Washington just hit the gas pedal on crypto regulation. The Senate Banking Committee is now racing toward a formal markup of the CLARITY Act as early as next week, according to multiple sources.
Sponsored
After weeks of quiet drafting and backroom negotiations, the long-awaited market structure bill has fresh momentum and is moving faster than many expected.
The Big Sticking Point: Stablecoin Yield
At the center of the drama is one hot-button issue — whether stablecoin issuers should be allowed to offer yield-like features without getting hit with full bank-style regulations.
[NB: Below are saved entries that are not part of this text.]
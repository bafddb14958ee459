"""The desk's library on PostgreSQL: a throwaway cluster (initdb, pg_ctl) on a localhost port.

PostgreSQL refuses to run as root, so as root the cluster runs as the ``postgres`` user
(Debian's package creates it). Skips with the reason where initdb/pg_ctl, the driver or a
non-root user is missing.
"""

from __future__ import annotations

import os
import pwd
import shutil
import socket
import subprocess
import tempfile
from pathlib import Path

import pytest
import sqlalchemy as sa

pytest.importorskip("psycopg2", reason="psycopg2 is not installed (pip install '.[postgres]')")

from takescribe.desk import db  # noqa: E402
from takescribe.desk.library import (add_piece, add_student, add_take, delete_student, open_library,  # noqa: E402
                                     staging_path, student_takes)
from takescribe.desk.queue import claim_next, recover  # noqa: E402

DEMO = Path(__file__).resolve().parents[1] / "src" / "takescribe" / "data" / "demo"


def _tool(name: str) -> str | None:
    found = shutil.which(name)
    if found:
        return found
    versions = sorted(Path("/usr/lib/postgresql").glob(f"*/bin/{name}"))
    return str(versions[-1]) if versions else None


def _free_port() -> int:
    with socket.socket() as s:
        s.bind(("127.0.0.1", 0))
        return s.getsockname()[1]


@pytest.fixture(scope="module")
def postgres_url():
    initdb, pg_ctl = _tool("initdb"), _tool("pg_ctl")
    if not initdb or not pg_ctl:
        pytest.skip("PostgreSQL's initdb/pg_ctl are not installed (Debian: apt-get install postgresql)")
    user = None
    if os.geteuid() == 0:
        try:
            user = pwd.getpwnam("postgres")
        except KeyError:
            pytest.skip("running as root and there is no 'postgres' user to run the throwaway cluster")
    folder = Path(tempfile.mkdtemp(prefix="takescribe-pg-"))
    if user is not None:
        os.chown(folder, user.pw_uid, user.pw_gid)
    data, port = folder / "data", _free_port()

    def run(*args):
        command = list(args) if user is None else ["runuser", "-u", "postgres", "--", *args]
        return subprocess.run(command, capture_output=True, text=True, timeout=120)

    done = run(initdb, "-D", str(data), "-U", "desk", "--auth=trust", "-E", "UTF8")
    if done.returncode != 0:
        shutil.rmtree(folder, ignore_errors=True)
        pytest.skip(f"initdb failed: {done.stderr.strip()[-300:]}")
    try:
        done = run(pg_ctl, "-D", str(data), "-l", str(folder / "log"), "-w", "-o",
                   f"-h 127.0.0.1 -p {port} -k {folder}", "start")
        if done.returncode != 0:   # (a server that started too slowly is stopped below all the same)
            pytest.skip(f"pg_ctl start failed: {done.stderr.strip()[-300:]}")
        yield f"postgresql://desk@127.0.0.1:{port}/postgres"
    finally:
        _stop_cluster(run, pg_ctl, data)
        shutil.rmtree(folder, ignore_errors=True)


def _stop_cluster(run, pg_ctl: str, data: Path) -> None:
    """pg_ctl stop (immediate); should the server outlive it, SIGKILL its postmaster (pid from postmaster.pid)."""
    import signal
    import time

    pid_file = data / "postmaster.pid"
    pid = int(pid_file.read_text().split()[0]) if pid_file.exists() else None
    try:
        run(pg_ctl, "-D", str(data), "-m", "immediate", "stop")
    except subprocess.TimeoutExpired:
        pass
    if pid is None:
        return
    deadline = time.monotonic() + 10
    while time.monotonic() < deadline:
        try:
            os.kill(pid, 0)
        except ProcessLookupError:
            return
        time.sleep(0.2)
    try:
        os.kill(pid, signal.SIGKILL)
    except ProcessLookupError:
        pass


def test_library_on_postgresql(tmp_path, postgres_url):
    lib = open_library(tmp_path / "lib", url=postgres_url)
    with lib.engine.connect() as conn:
        assert db.schema_version(conn) == db.SCHEMA_VERSION
    part = staging_path(lib)
    shutil.copyfile(DEMO / "piano" / "part.musicxml", part)
    piece = add_piece(lib, title="Lantern Waltz", instrument="piano", part_file=part, part_label="part.musicxml")
    student = add_student(lib, "Maren")
    audio = staging_path(lib)
    shutil.copyfile(DEMO / "piano" / "take.flac", audio)
    made = add_take(lib, student_id=student, piece_id=piece, date="2026-11-02", label="take.flac", audio_file=audio)
    # the queue: claimed with FOR UPDATE SKIP LOCKED, put back after a stop, claimed again as attempt 2
    assert claim_next(lib.engine) == (made["job_id"], 1)
    assert claim_next(lib.engine) is None
    assert recover(lib.engine) == 1
    assert claim_next(lib.engine) == (made["job_id"], 2)
    assert [t["label"] for t in student_takes(lib, student)] == ["take.flac"]
    gone = delete_student(lib, student)   # ON DELETE CASCADE on PostgreSQL too
    assert gone.takes == 1 and gone.jobs_stopped == 1
    with lib.engine.connect() as conn:
        assert conn.execute(sa.select(sa.func.count()).select_from(db.takes)).scalar() == 0
    lib.engine.dispose()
A compromise version is reportedly close, but big banks are pushing back hard, arguing it blurs the line between payment tokens and deposit products. The tension is real, and this fight could decide how the final bill looks.
Why This Bill Actually Matters
The CLARITY Act isn’t just another regulatory tweak. It aims to finally draw clear lines on:
- Which agency oversees what
- Digital asset custody rules
- Clear exchange definitions
- Digital asset classification
This is exactly what the industry has been begging for after years of “regulation by enforcement.”
Market Eyes Are Wide Open
Traders are treating this as a major catalyst. Recent inflows into crypto products have picked up alongside growing optimism around U.S. rulemaking.
A clean, workable bill could remove a ton of headline risk and give institutions even more confidence to jump in. Some projections even see the bill landing on the President’s desk by early July — though plenty of amendments and political drama still lie ahead.
Bottom line: the CLARITY Act just went from slow-moving to “next week” territory. If lawmakers can nail the stablecoin yield compromise without watering down the rest of the bill, it could become one of the most important crypto laws in U.S. history. Surely, the next few weeks are going to be spicy.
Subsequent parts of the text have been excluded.